++++ Given records

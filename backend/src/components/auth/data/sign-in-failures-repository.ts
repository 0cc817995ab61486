import type { DataSource } from 'typeorm';

export interface FailureCount {
  failures: number;
  lastFailureAt: Date;
  windowUntil: Date;
}

/**
 * Failed sign-ins kept in MariaDB (`sign_in_failure`), so every app instance sees the same counts. A bucket is an
 * account (`account:<e-mail>`) or an address with an account (`address:<ip>|<e-mail>`); its count starts again
 * after a window without failures.
 */
export class SignInFailuresRepository {
  constructor(private readonly db: DataSource) {}

  /** The live counts (window not over) of these buckets. */
  async read(buckets: string[], now: Date): Promise<Map<string, FailureCount>> {
    const rows: Array<{ bucket: string; failures: number; last_failure_at: Date; window_until: Date }> =
      await this.db.query(
        `SELECT bucket, failures, last_failure_at, window_until FROM sign_in_failure
         WHERE bucket IN (?) AND window_until > ?`,
        [buckets.map(clip), now],
      );
    return new Map(
      rows.map((r) => [
        r.bucket,
        {
          failures: Number(r.failures),
          lastFailureAt: new Date(r.last_failure_at),
          windowUntil: new Date(r.window_until),
        },
      ]),
    );
  }

  /** One more failure in each bucket; a bucket whose window has passed starts again at one. */
  async recordFailure(buckets: string[], now: Date, windowMs: number): Promise<void> {
    const until = new Date(now.getTime() + windowMs);
    // MariaDB applies the assignments left to right: `failures` reads the old window_until.
    await this.db.query(
      `INSERT INTO sign_in_failure (bucket, failures, last_failure_at, window_until) VALUES ?
       ON DUPLICATE KEY UPDATE failures = IF(window_until <= VALUES(last_failure_at), 1, failures + 1),
         last_failure_at = VALUES(last_failure_at), window_until = VALUES(window_until)`,
      [buckets.map((b) => [clip(b), 1, now, until])],
    );
  }

  async clear(bucket: string): Promise<void> {
    await this.db.query('DELETE FROM sign_in_failure WHERE bucket = ?', [clip(bucket)]);
  }

  /** Drops counts whose window is over, so the table stays small. */
  async prune(now: Date): Promise<void> {
    await this.db.query('DELETE FROM sign_in_failure WHERE window_until <= ?', [now]);
  }
}

function clip(bucket: string): string {
  return bucket.slice(0, 255);
}
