import { Routes } from '@angular/router';

export const reportsRoutes: Routes = [
  {
    path: '',
    title: 'Reports · Rillmark',
    loadComponent: () => import('./compliance-page/compliance-page').then((m) => m.CompliancePage),
  },
];
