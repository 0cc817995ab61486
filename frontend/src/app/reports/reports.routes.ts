import { Routes } from '@angular/router';
import { provideEchartsCore } from 'ngx-echarts';

/** The Reports section: the compliance ranking, and the savings pages from savings/. */
export const reportsRoutes: Routes = [
  {
    path: '',
    // The same ECharts parts as the weather chart (bars and lines), loaded only with these routes.
    providers: [
      provideEchartsCore({
        echarts: () => import('../weather/weather-chart/echarts-parts').then((m) => m.loadEcharts()),
      }),
    ],
    children: [
      {
        path: '',
        title: 'Reports · Rillmark',
        loadComponent: () => import('./compliance-page/compliance-page').then((m) => m.CompliancePage),
      },
      {
        path: 'savings',
        title: 'Savings book · Rillmark',
        loadComponent: () => import('../savings/savings-book/savings-book').then((m) => m.SavingsBook),
      },
      {
        path: 'sites/:siteId/savings',
        title: 'Savings projects · Rillmark',
        loadComponent: () => import('../savings/savings-projects/savings-projects').then((m) => m.SavingsProjects),
      },
      {
        path: 'savings/:id',
        title: 'Savings report · Rillmark',
        loadComponent: () => import('../savings/savings-report/savings-report').then((m) => m.SavingsReport),
      },
    ],
  },
];
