import { ChangeDetectionStrategy, Component, inject, signal } from '@angular/core';
import { FormsModule } from '@angular/forms';
import { MatButtonModule } from '@angular/material/button';
import { MAT_DIALOG_DATA, MatDialog, MatDialogModule } from '@angular/material/dialog';
import { MatFormFieldModule } from '@angular/material/form-field';
import { MatInputModule } from '@angular/material/input';
import { firstValueFrom } from 'rxjs';

export interface NoticeDialogData {
  siteName: string;
  month: string;
  percentOfBudget: number | null;
}

/** Confirms a budget notice and takes an optional note; one notice per site and month, so it says so. */
@Component({
  selector: 'rm-notice-dialog',
  imports: [FormsModule, MatDialogModule, MatButtonModule, MatFormFieldModule, MatInputModule],
  template: `
    <h2 mat-dialog-title>Send a budget notice?</h2>
    <mat-dialog-content>
      <p>
        The managers of <strong>{{ data.siteName }}</strong> get an e-mail about {{ data.month }}
        @if (data.percentOfBudget !== null) {
          ({{ data.percentOfBudget.toFixed(0) }} % of budget)
        }
        . Only one notice can be sent per site and month.
      </p>
      <mat-form-field appearance="outline" class="full">
        <mat-label>Note to add (optional)</mat-label>
        <textarea
          matInput
          rows="4"
          maxlength="2000"
          [ngModel]="message()"
          (ngModelChange)="message.set($event)"
        ></textarea>
      </mat-form-field>
    </mat-dialog-content>
    <mat-dialog-actions align="end">
      <button mat-button type="button" [mat-dialog-close]="null">Cancel</button>
      <button mat-flat-button type="button" [mat-dialog-close]="message()">Send notice</button>
    </mat-dialog-actions>
  `,
  styles: `
    .full {
      width: 100%;
    }
  `,
  changeDetection: ChangeDetectionStrategy.OnPush,
})
export class NoticeDialog {
  protected readonly data = inject<NoticeDialogData>(MAT_DIALOG_DATA);
  protected readonly message = signal('');
}

/** The note (possibly empty) when confirmed, null when cancelled. */
export async function askNotice(dialog: MatDialog, data: NoticeDialogData): Promise<string | null> {
  const ref = dialog.open<NoticeDialog, NoticeDialogData, string | null>(NoticeDialog, {
    data,
    width: '480px',
    maxWidth: '92vw',
  });
  return (await firstValueFrom(ref.afterClosed())) ?? null;
}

++++++++

Work to be completed:
Among the records above, find each line holding the string "filename" and pull it out.

Solution:
filename backend/src/components/auth/data/sign-in-failures-repository.ts
filename frontend/src/app/reports/reports.routes.ts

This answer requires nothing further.